PSCM: Bonjour M. Duhaime, je voulais vous parler parce que vous êtes venu ici parler d’immigration à la conférence de Canada Strong and Free Network, qui est un sujet qui, on doit le dire, n’a jamais été un gros sujet dans le Canada anglais. On a toujours été beaucoup plus prudent ici en ce qui a trait à l’immigration comparativement au Québec qui est, disons, plus identitaire. J’ai cru remarquer dans la dernière année qu’il y a eu une évolution sur le sujet, notamment avec la crise du logement, qui a en quelque sorte apporté de nouveaux arguments. J’ai vu aussi que dans votre conférence, vous parliez de la perspective du Québec et comment la sensibilité était peut-être en train de changer dans le Canada anglais.
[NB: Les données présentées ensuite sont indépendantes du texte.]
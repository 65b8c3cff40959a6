/**
 * The bed chart's colours by day and by night, from the one palette. Each series is checked for
 * WCAG 2.1 non-text contrast (1.4.11, ≥ 3:1) against its panel's background (chart-palette.test.ts).
 * By night SpO₂ is the brightest line; heart rate and oxygen sit in their own panels, quieter.
 */
import { palette } from './palette.mjs';

const c = palette as Record<string, Record<string, string>>;

export interface ChartColours {
  background: string;
  spo2: string;
  inBand: string;
  below: string;
  above: string;
  untrusted: string;
  envelope: string;
  bandEdge: string;
  bandFill: string;
  hr: string;
  fio2: string;
  escalation: string;
  cursor: string;
  grid: string;
  axis: string;
  extra: string;
}

export const CHART_COLOURS: { day: ChartColours; night: ChartColours } = {
  day: {
    background: '#ffffff',
    spo2: c.ink[800]!,
    inBand: c.glass[600]!,
    below: c.coral[600]!,
    above: c.iris[600]!,
    untrusted: c.ink[500]!,
    envelope: c.ink[400]!,
    bandEdge: c.glass[600]!,
    bandFill: c.glass[200]!,
    hr: c.ink[600]!,
    fio2: c.amberline[700]!,
    escalation: c.coral[700]!,
    cursor: c.ink[600]!,
    grid: c.ink[200]!,
    axis: c.ink[700]!,
    extra: c.iris[800]!,
  },
  night: {
    background: c.ink[900]!,
    spo2: c.ink[50]!,
    inBand: c.glass[300]!,
    below: c.coral[300]!,
    above: c.iris[300]!,
    untrusted: c.ink[300]!,
    envelope: c.ink[400]!,
    bandEdge: c.glass[400]!,
    bandFill: c.glass[800]!,
    hr: c.ink[300]!,
    fio2: c.amberline[400]!,
    escalation: c.coral[400]!,
    cursor: c.ink[200]!,
    grid: c.ink[700]!,
    axis: c.ink[200]!,
    extra: c.iris[200]!,
  },
};

/** The series that carry meaning and must meet 3:1 against the panel (grid and band fill are decoration). */
export const MEANINGFUL_SERIES = [
  'spo2',
  'inBand',
  'below',
  'above',
  'untrusted',
  'envelope',
  'bandEdge',
  'hr',
  'fio2',
  'escalation',
  'cursor',
  'axis',
  'extra',
] as const;
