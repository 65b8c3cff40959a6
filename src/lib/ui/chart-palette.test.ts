import { describe, expect, it } from 'vitest';
import { CHART_COLOURS, MEANINGFUL_SERIES } from './chart-palette.ts';
import { contrastRatio } from './contrast.ts';

// WCAG 2.1 1.4.11 non-text contrast: graphical objects needed to understand the content ≥ 3:1
// against adjacent colours — here the chart panel's background, by day and by night.
describe('bed chart colours (WCAG 2.1 1.4.11)', () => {
  for (const mode of ['day', 'night'] as const) {
    const colours = CHART_COLOURS[mode];
    for (const series of MEANINGFUL_SERIES) {
      it(`${mode}: ${series} meets 3:1 against the panel`, () => {
        expect(contrastRatio(colours[series], colours.background)).toBeGreaterThanOrEqual(3);
      });
    }
  }

  it('by night SpO₂ is the line that stands out most, above heart rate and FiO₂', () => {
    const n = CHART_COLOURS.night;
    const ratio = (k: 'spo2' | 'hr' | 'fio2') => contrastRatio(n[k], n.background);
    expect(ratio('spo2')).toBeGreaterThan(ratio('hr'));
    expect(ratio('spo2')).toBeGreaterThan(ratio('fio2'));
  });

  it('below, above and in band differ from each other (shape tells them apart too)', () => {
    for (const mode of ['day', 'night'] as const) {
      const k = CHART_COLOURS[mode];
      expect(new Set([k.below, k.above, k.inBand]).size).toBe(3);
    }
  });
});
Donc, je voulais savoir comment vous voyez ça, est-ce une bonne chose pour le Québec que ça se réveille un peu ailleurs au Canada?

Éric Duhaime : « En fait, c’est un gros changement. On n’aurait pas pu parler d’immigration comme on en a parlé hier ici hier il y a trois ou quatre ans. Ça aurait été impossible. D’ailleurs au Québec, quand on parlait de ces enjeux-là, on était qualifiés rapidement de xénophobes, d’intolérants, de racistes… Il y avait une stigmatisation. Maintenant je pense qu’on est capable d’avoir davantage un débat ouvert. Je pense que c’est une excellente chose.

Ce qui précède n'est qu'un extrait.